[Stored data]
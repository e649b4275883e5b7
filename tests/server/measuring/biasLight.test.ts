import { afterAll, beforeAll, describe, expect, test } from 'vitest'
import { Scan as ScanRow } from '../../../server/database/entities/Scan.js'
import type { BiasPlan } from '../../../shared/contract/biasPlan.js'
import type { BiasSeries } from '../../../shared/contract/biasSeries.js'
import type { Device } from '../../../shared/contract/devices.js'
import type { Scan } from '../../../shared/contract/scans.js'
import type { Unmixing } from '../../../shared/contract/unmixing.js'
import { makeCurve, type Curve } from '../../../shared/physics/curve.js'
import { shortCircuitCurrentDensity } from '../../../shared/physics/currents.js'
import { biasPhotocurrents } from '../../../shared/physics/measurement/biasLight.js'
import { referenceSpectrum } from '../../../shared/physics/spectrum.js'
import { startApplication, type Application } from '../../support/application.js'
import { BOTTOM, TOP, csvOf, laboratory } from '../scans/stack.js'

let application: Application
let lab: ReturnType<typeof laboratory>
beforeAll(async () => {
  application = await startApplication()
  lab = laboratory(application, (await application.addProject('Bias light')).id)
})
afterAll(() => application?.stop())

const bench = () => application.as('experimentalist')
const mixed = (own: Curve, other: Curve, share: number): Curve =>
  makeCurve(
    own.wavelengthNm,
    own.values.map((value, i) => (1 - share) * value + share * other.values[i]!),
  )
/** Gives far less current than the top cell, so that what leaks in shows in Jsc. */
const WEAK = makeCurve(
  BOTTOM.wavelengthNm,
  BOTTOM.values.map((value) => Math.round(0.6e5 * value) / 1e5),
)
const currentOf = (curve: Curve) => shortCircuitCurrentDensity(curve, referenceSpectrum('AM1.5G'))

async function scanOf(device: Device, place: number, curve: Curve, name: string, conditions = {}): Promise<Scan> {
  const [scan] = await lab.confirm(await lab.upload(csvOf({ [`EQE ${name}`]: curve }), `${name}.csv`), device, place)
  const body = { version: 1, label: name, conditions }
  return (await bench().put(`${lab.base}/scans/${scan!.id}/conditions`).send(body).expect(200)).body
}
const light = (irradianceWM2: number) => ({
  biasLight: [{ name: 'LED 470 nm', centreNm: 470, fwhmNm: 25, irradianceWM2 }],
  biasVoltageV: 1.1,
})

describe('a bias series', () => {
  let device: Device
  let scans: Scan[]
  let series: BiasSeries
  beforeAll(async () => {
    device = await lab.tandem('In steps')
    scans = []
    for (const [irradiance, leak] of [
      [20, 0.2],
      [60, 0.05],
      [120, 0.001],
      [200, 0],
      [300, 0.0005],
    ] as const)
      scans.push(await scanOf(device, 1, mixed(WEAK, TOP, leak), `bottom at ${irradiance} W`, light(irradiance)))
    await scanOf(device, 0, TOP, 'top of the series')
    const body = { name: 'Blue light', varied: 'irradiance', scanIds: scans.map(({ id }) => id) }
    series = (await bench().post(`${lab.base}/bias-series`).send(body).expect(201)).body
  })

  test('shows Jsc at every level, the plateau, and the scan to use', () => {
    expect(series.steps.map(({ level }) => level)).toEqual([20, 60, 120, 200, 300])
    expect(series.steps[3]!.jscMaCm2).toBeCloseTo(currentOf(WEAK), 3)
    expect(series.plateau).toMatchObject({ fromLevel: 120, toLevel: 300 })
    expect(series.proposedScanId).toBe(scans[3]!.id)
  })

  test('feeds the checks of its scans', async () => {
    const checks = async (scan: Scan) =>
      (await bench().get(`${lab.base}/scans/${scan.id}/checks`).expect(200)).body.findings.map(
        ({ check }: { check: string }) => check,
      )
    expect(await checks(scans[1]!)).toContain('not-on-plateau')
    expect(await checks(scans[3]!)).not.toContain('not-on-plateau')
    expect(await checks(scans[0]!)).toEqual(expect.arrayContaining(['leakage', 'missing-response']))
  })

  test('is of one junction; dissolved, it leaves its scans', async () => {
    const other = await lab.tandem('Other')
    const stranger = await scanOf(other, 1, WEAK, 'stranger', light(10))
    const body = { name: 'Mixed', varied: 'irradiance', scanIds: [scans[0]!.id, stranger.id] }
    const refused = await bench().post(`${lab.base}/bias-series`).send(body)
    expect(refused.body).toMatchObject({ code: 'INPUT_INVALID', errors: [{ path: ['scanIds'] }] })

    await bench().delete(`${lab.base}/bias-series/${series.id}`).expect(200)

    const rows = await application.dataSource.manager.findBy(ScanRow, { deviceId: device.id })
    expect(rows.map(({ biasSeriesId }) => biasSeriesId)).toEqual(rows.map(() => null))
    expect(rows).toHaveLength(6)
  })
})

describe('unmixing', () => {
  test('shows weights and currents, and is kept as a scan of its own with its parents', async () => {
    const device = await lab.tandem('Leaky')
    const top = await scanOf(device, 0, TOP, 'clean top')
    const bottom = await scanOf(device, 1, mixed(WEAK, TOP, 0.1), 'leaky bottom')
    const preview: Unmixing = (await bench().get(`${lab.base}/devices/${device.id}/unmixing`).expect(200)).body
    const shown = preview.junctions[1]!
    expect(shown.weights).toHaveLength(1)
    expect(shown.weights[0]!.weight).toBeCloseTo(0.1, 3)
    expect(Math.abs(shown.jscAfterMaCm2 / currentOf(WEAK) - 1)).toBeLessThan(0.005)
    expect(Math.abs(shown.jscBeforeMaCm2 / currentOf(WEAK) - 1)).toBeGreaterThan(0.01)

    const body = { junctionId: device.junctions[1]!.id, parentScanIds: [top.id, bottom.id] }
    const made: Scan = (await bench().post(`${lab.base}/devices/${device.id}/unmixing`).send(body).expect(201)).body

    expect(made).toMatchObject({
      origin: 'corrected',
      parentScanIds: [top.id, bottom.id],
      label: 'leaky bottom, unmixed',
    })
    const row = await application.dataSource.manager.findOneByOrFail(ScanRow, { id: made.id })
    expect([...row.values]).toEqual(shown.after.values)
    const original = await application.dataSource.manager.findOneByOrFail(ScanRow, { id: bottom.id })
    expect([...original.values]).toEqual(shown.before.values)
    expect(original).toMatchObject({ origin: 'eqe-file', version: bottom.version })
    const late = await bench().post(`${lab.base}/devices/${device.id}/unmixing`).send(body)
    expect(late.body).toMatchObject({ code: 'STATE_CONFLICT', details: { reason: 'scans-changed' } })
  })

  test('says what is missing', async () => {
    const device = await lab.tandem('Half measured')
    await scanOf(device, 0, TOP, 'only the top')
    const reply = await bench().get(`${lab.base}/devices/${device.id}/unmixing`).expect(200)
    expect(reply.body.junctions).toEqual([])
    expect(reply.body.problem).toBe('Unmixing needs a scan of every junction; junction 2 (bottom) has none.')
  })
})

describe('a bias plan', () => {
  const plan = (device: Device, body: object) => bench().post(`${lab.base}/devices/${device.id}/bias-plan`).send(body)
  test('needs light sources; with them it makes the junction limit, beside what the lab used', async () => {
    const device = await lab.tandem('Planned')
    await scanOf(device, 0, TOP, 'planned top')
    const bottom = await scanOf(device, 1, BOTTOM, 'planned bottom', light(150))
    const junctionId = device.junctions[1]!.id
    expect((await plan(device, { junctionId })).body).toMatchObject({ details: { reason: 'no-light-source' } })
    for (const [name, centreNm] of [
      ['Blue', 470],
      ['Infrared', 940],
    ] as const) {
      const content = { kind: 'led', centreNm, fwhmNm: 30, highestIrradianceWM2: 100 }
      await bench().post(`${lab.base}/light-sources`).send({ name, content }).expect(201)
    }

    const reply: BiasPlan = (await plan(device, { junctionId, couplingToNext: [0.3] }).expect(200)).body

    expect(reply).toMatchObject({ position: 2, isPossible: true })
    expect(reply.plan.sources).toMatchObject([
      { name: 'Blue', highestIrradianceWM2: 100 },
      { name: 'Infrared', irradianceWM2: 0 },
    ])
    expect(reply.plan.sources[0]!.irradianceWM2).toBeCloseTo(100, 6)
    const [top] = biasPhotocurrents([TOP], [{ centreNm: 470, fwhmNm: 30, irradianceWM2: 100 }])
    expect(reply.plan.photocurrentsMaCm2[0]).toBeCloseTo(top!, 6)
    expect(reply.plan.selectivities[1]).toBeGreaterThan(0.99)
    expect(reply.junctions.map(({ curveFrom, diode }) => [curveFrom, diode.from])).toEqual([
      ['measured', 'reciprocity'],
      ['measured', 'reciprocity'],
    ])
    expect(reply.used).toMatchObject({ scanId: bottom.id, evaluation: { biasVoltageV: 1.1, totalIrradianceWM2: 150 } })
    const limited: BiasPlan = (await plan(device, { junctionId, largestTotalWM2: 40 }).expect(200)).body
    expect(limited.plan.totalIrradianceWM2).toBeCloseTo(40, 6)
  })

  test('is estimated from the nominal gaps before anything was measured, and says so', async () => {
    const bare = await lab.tandem('Only a name')
    const junctionId = bare.junctions[0]!.id
    const refused = await plan(bare, { junctionId })
    expect(refused.body.detail).toMatch(/nominal gap of junction 1 \(top\)/)
    const body = {
      name: 'Only gaps',
      terminals: '2-terminal',
      junctions: [
        { label: 'top', nominalGapEv: 1.68 },
        { label: 'bottom', nominalGapEv: 1.12 },
      ],
    }
    const device: Device = (await application.as('lead').post(`${lab.base}/devices`).send(body).expect(201)).body
    const given = { saturationCurrentMaCm2: 1e-18, ideality: 1.2 }
    const reply: BiasPlan = (await plan(device, { junctionId: device.junctions[0]!.id, diodes: [given] }).expect(200))
      .body
    expect(reply.junctions.map(({ curveFrom }) => curveFrom)).toEqual(['estimated', 'estimated'])
    expect(reply.junctions[0]!.diode).toMatchObject({ ...given, from: 'given' })
    expect(reply.plan.sources.map(({ irradianceWM2 }) => Math.round(irradianceWM2))).toEqual([0, 100])
    expect(reply.used).toBeNull()
  })
})
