@given(seed=st.integers(0, 1000), count=st.sampled_from([1, 3, 5, 7, 9]))
@settings(max_examples=10, derandomize=True, deadline=None)
def test_g_tensor_is_the_splitting_in_a_small_field(seed, count):
    """h nu / muB B between the two lowest levels of H0 + muB B.(L + g_S S), for random fields and directions."""
    rng = np.random.default_rng(seed)
    keys = [(k, q) for k in (2, 4) for q in range(-k, k + 1)]
    field = from_wybourne(2, dict(zip(keys, rng.normal(size=len(keys)) * 5e4, strict=True)))
    model = IonModel(Shell(3, 2, count), 500.0, racah_to_slater(900.0, 4000.0), field)
    levels = solve(model)
    if levels.degeneracies()[0] != 2:
        return
    g = doublet_g(levels)
    direction = rng.normal(size=3)
    direction /= np.linalg.norm(direction)
    orbital, spin = levels.operators()
    small = 1e-5
    zeeman = sum(n * (o + G_ELECTRON * s) for n, o, s in zip(direction, orbital, spin, strict=True))
    split = levels_of(hamiltonian(model) + small * zeeman)
    expected = math.sqrt(direction @ g.G @ direction)
    assert (split[1] - split[0]) / small == pytest.approx(expected, abs=2e-3)
    np.testing.assert_allclose(g.matrix @ g.matrix, g.G, atol=1e-10)
    np.testing.assert_allclose(g.orbital + g.spin, g.principal, atol=1e-10)
    assert np.linalg.det(g.axes) == pytest.approx(1)


def test_spin_hamiltonian_reproduces_the_exact_levels_in_a_field():
    field = from_wybourne(2, {(4, 0): 34000.0, (4, 4): 20500.0, (2, 0): 900.0, (2, 1): 500.0, (2, -2): -400.0}).scaled(
        CM
    )
    model = IonModel(Shell(3, 2, 3), 250 * CM, racah_to_slater(700 * CM, 3000 * CM), field)
    result = spin_hamiltonian(model)
    assert 0 <= result.E / result.D <= 1 / 3
    s = spin_matrices(1.5)
    B = 300.0 * np.array([0.6, 0.0, 0.8])
    orbital, spin = solve(model).operators()
    exact = hamiltonian(model).toarray() + MU_B_OVER_H * sum(
        b * (o + G_ELECTRON * t).toarray() for b, o, t in zip(B, orbital, spin, strict=True)
    )
    exact = np.linalg.eigvalsh(exact)[:4]
    effective = np.einsum("i,ij,jab->ab", MU_B_OVER_H * B, result.g, s)
    effective = effective + np.einsum("ij,iab,jbc->ac", result.D_tensor, s, s)
    effective = np.linalg.eigvalsh(effective)
    np.testing.assert_allclose(np.diff(exact), np.diff(effective), atol=2.0)  # MHz, of 8400
    rebuilt = (
        result.D_axes
        @ np.diag([-result.D / 3 + result.E, -result.D / 3 - result.E, 2 * result.D / 3])
        @ result.D_axes.T
    )
    np.testing.assert_allclose(rebuilt, result.D_tensor, atol=1e-6 * abs(result.D))


def test_half_filled_f_shell_by_sparse_methods():
    field = from_wybourne(3, {(2, 0): 500.0, (4, 0): -1500.0, (6, -4): 300.0}).scaled(CM)
    slater = {2: 85669 * CM, 4: 60825 * CM, 6: 44776 * CM}
    model = IonModel(Shell(4, 3, 7), 1508 * CM, slater, field)
    levels = solve(model, lowest=8)
    matrix = hamiltonian(model)
    rest = matrix @ levels.states - levels.states * levels.energies
    assert np.linalg.norm(rest, axis=0).max() < 1e-9 * abs(levels.energies[0])
    result = spin_hamiltonian(model, levels=levels)
    assert result.S == 3.5
    # 8S7/2 of Gd3+ is 97 % pure with <L> nearly nothing: g = 1.99 to 1.994 (A. Abragam, B. Bleaney (1970))
    np.testing.assert_allclose(result.g_principal, 1.993, atol=2e-3)


@pytest.mark.parametrize(("count", "zeta", "states"), [(5, 0.0, 66), (6, 1338.0, 10), (7, 0.0, 9)])
def test_sparse_methods_find_every_state_of_a_degenerate_level(count, zeta, states):
    """Free ions: 6H has 66 states at one energy, 7F0 1, 7F1 3, 7F2 5; 8S 8 states and then 6P."""
    slater = {2: 83000 * CM, 4: 59000 * CM, 6: 42500 * CM}
    levels = solve(IonModel(Shell(4, 3, count), zeta * CM, slater), lowest=states)
    expected = {5: (66,), 6: (1, 3, 5, 1), 7: (8, 1)}[count]
    assert levels.degeneracies() == expected
    identity = levels.states.conj().T @ levels.states
    np.testing.assert_allclose(identity, np.eye(states), atol=1e-9)


def test_signs_of_determinants():
    """Free 2P1/2: g = +2/3 (Landé); one hole in t2g without distortion: g = -2 (J. S. Griffith (1956))."""
    p_one = IonModel(Shell(2, 1, 1), 100.0, g_spin=2.0)
    doublet = doublet_g(solve(p_one))
    np.testing.assert_allclose(doublet.principal, 2 / 3, rtol=1e-9)
    assert doublet.determinant_sign == 1
    t2g = IonModel(Shell(4, 2, 5), 1.0, racah_to_slater(1.0, 4.0), from_octahedral(1e5), g_spin=2.0)
    doublet = doublet_g(solve(t2g))
    np.testing.assert_allclose(doublet.principal, 2, atol=1e-3)
    assert doublet.determinant_sign == -1


# ---------------------------------------------------------------- bad input


def test_what_has_no_meaning_is_refused():
    octahedron = from_octahedral(9000 * CM)
    nickel = IonModel(Shell(3, 2, 8), 648 * CM, racah_to_slater(900 * CM, 3600 * CM), octahedron, name="Ni2+")
    with pytest.raises(InputError, match=r"Ni2\+ has an even number of electrons.*D, E and g"):
        doublet_g(solve(nickel))
    cobalt = IonModel(Shell(3, 2, 7), 531 * CM, racah_to_slater(900 * CM, 3600 * CM), octahedron)
    with pytest.raises(InputError, match="orbitally degenerate"):
        spin_hamiltonian(cobalt)
    chromium = IonModel(Shell(3, 2, 3), 0.0, racah_to_slater(900 * CM, 3600 * CM), octahedron)
    cobalt_three = IonModel(Shell(3, 2, 6), 0.0, racah_to_slater(600 * CM, 3000 * CM), from_octahedral(23000 * CM))
    with pytest.raises(InputError, match="no spin"):
        spin_hamiltonian(cobalt_three)
    with pytest.raises(InputError, match="4-fold, not a doublet"):
        doublet_g(solve(chromium))
    with pytest.raises(InputError, match="metal's own place"):
        from_overlap(2, [Ligand((0, 0, 0), e_sigma=1.0)])
    with pytest.raises(InputError, match="no d|not a d orbital"):
        from_orbitals(2, {"x2y2": 1.0})
    with pytest.raises(InputError, match="missing"):
        from_orbitals(2, {"xy": 1.0})
    with pytest.raises(InputError, match="no such term"):
        from_wybourne(2, {(6, 0): 1.0})
    with pytest.raises(InputError, match="no multipole"):
        from_stevens(Shell(4, 3, 7), {(4, 0): 1.0})
    with pytest.raises(InputError, match="no open shell"):
        IonModel(Shell(3, 2, 10), 1.0)
    with pytest.raises(InputError, match='did you mean "ten_Dq"'):
        nickel.with_parameters({"tenDq": 1.0})
    with pytest.raises(InputError, match='"configuration"'):
        replace(nickel, space="config")
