@lane_loop
def set_out(leaf, lanes, width, space):  # type: ignore[no-untyped-def]
    """Copy a block of leaves into the workspace and work out what does not change while they are solved."""
    for row in range(LEAF_INPUTS):
        for i in range(width):
            space[at(row, i)] = lanes[row, i]
    for i in range(width):
        wind, air, dew_point = space[at(WIND, i)], space[at(AIR_TEMPERATURE, i)], space[at(DEW_POINT, i)]
        sensible = heat_conductance(wind, leaf.leaf_width) + radiative_conductance(air)
        vapour = vapour_conductance(wind, leaf.leaf_width)
        by_vapour, by_pressure, by_sensible = three_inverses(vapour, space[at(PRESSURE, i)], sensible)
        driest = air + space[at(NET_RADIATION, i)] / AIR_HEAT_CAPACITY * by_sensible
        carboxylation_25, electron_transport_25 = normal_capacities(leaf, space[at(GROWTH_TEMPERATURE, i)])
        space[at(_CARBOXYLATION_25, i)] = carboxylation_25
        space[at(_ELECTRON_TRANSPORT_25, i)] = electron_transport_25
        space[at(_SENSIBLE, i)] = sensible
        space[at(_VAPOUR, i)] = vapour
        space[at(_RESISTANCE, i)] = VAPOUR_TO_CO2_BOUNDARY * by_vapour
        space[at(_INVERSE_PRESSURE, i)] = by_pressure
        coolest, warmest = min(dew_point, driest), max(dew_point, driest)
        near_air = min(max(air, coolest), warmest)
        space[at(_LOWER, i)] = coolest
        space[at(_UPPER, i)] = warmest
        space[at(_TEMPERATURE, i)] = near_air - _START * (near_air - coolest)
        space[at(_SETTLED, i)] = 0.0


@lane_loop
def respond(leaf, width, oxygenation, space):  # type: ignore[no-untyped-def]
    """Work out what leaf temperature makes of the leaves: their state, deficit and stomata."""
    for i in range(width):
        around = Surroundings(
            space[at(PHOTONS, i)], space[at(CAPACITY, i)], space[at(GROWTH_TEMPERATURE, i)],
            space[at(_CARBOXYLATION_25, i)], space[at(_ELECTRON_TRANSPORT_25, i)], space[at(_INVERSE_PRESSURE, i)],
            oxygenation,
        )  # fmt: skip
        temperature = space[at(_TEMPERATURE, i)]
        step, inverse = temperature_terms(temperature)
        saturation = 0.6108 * exponential(17.27 * temperature * inverse)  # FAO-56 Eq. 11
        deficit = saturation - space[at(VAPOUR_PRESSURE, i)]
        space[at(_DEFICIT, i)] = deficit
        space[at(_FACTOR, i)] = stomatal_factor(leaf.stomatal_slope, deficit)
        state_kept(leaf, space, _STATE, i, leaf_state(leaf, around, temperature, step))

## EXERCISE DIRECTIONS
Which lines above carry the string "checks"? Copy those lines.

## RESPONSE
  test('feeds the checks of its scans', async () => {
    const checks = async (scan: Scan) =>
      (await bench().get(`${lab.base}/scans/${scan.id}/checks`).expect(200)).body.findings.map(
    expect(await checks(scans[1]!)).toContain('not-on-plateau')
    expect(await checks(scans[3]!)).not.toContain('not-on-plateau')
    expect(await checks(scans[0]!)).toEqual(expect.arrayContaining(['leakage', 'missing-response']))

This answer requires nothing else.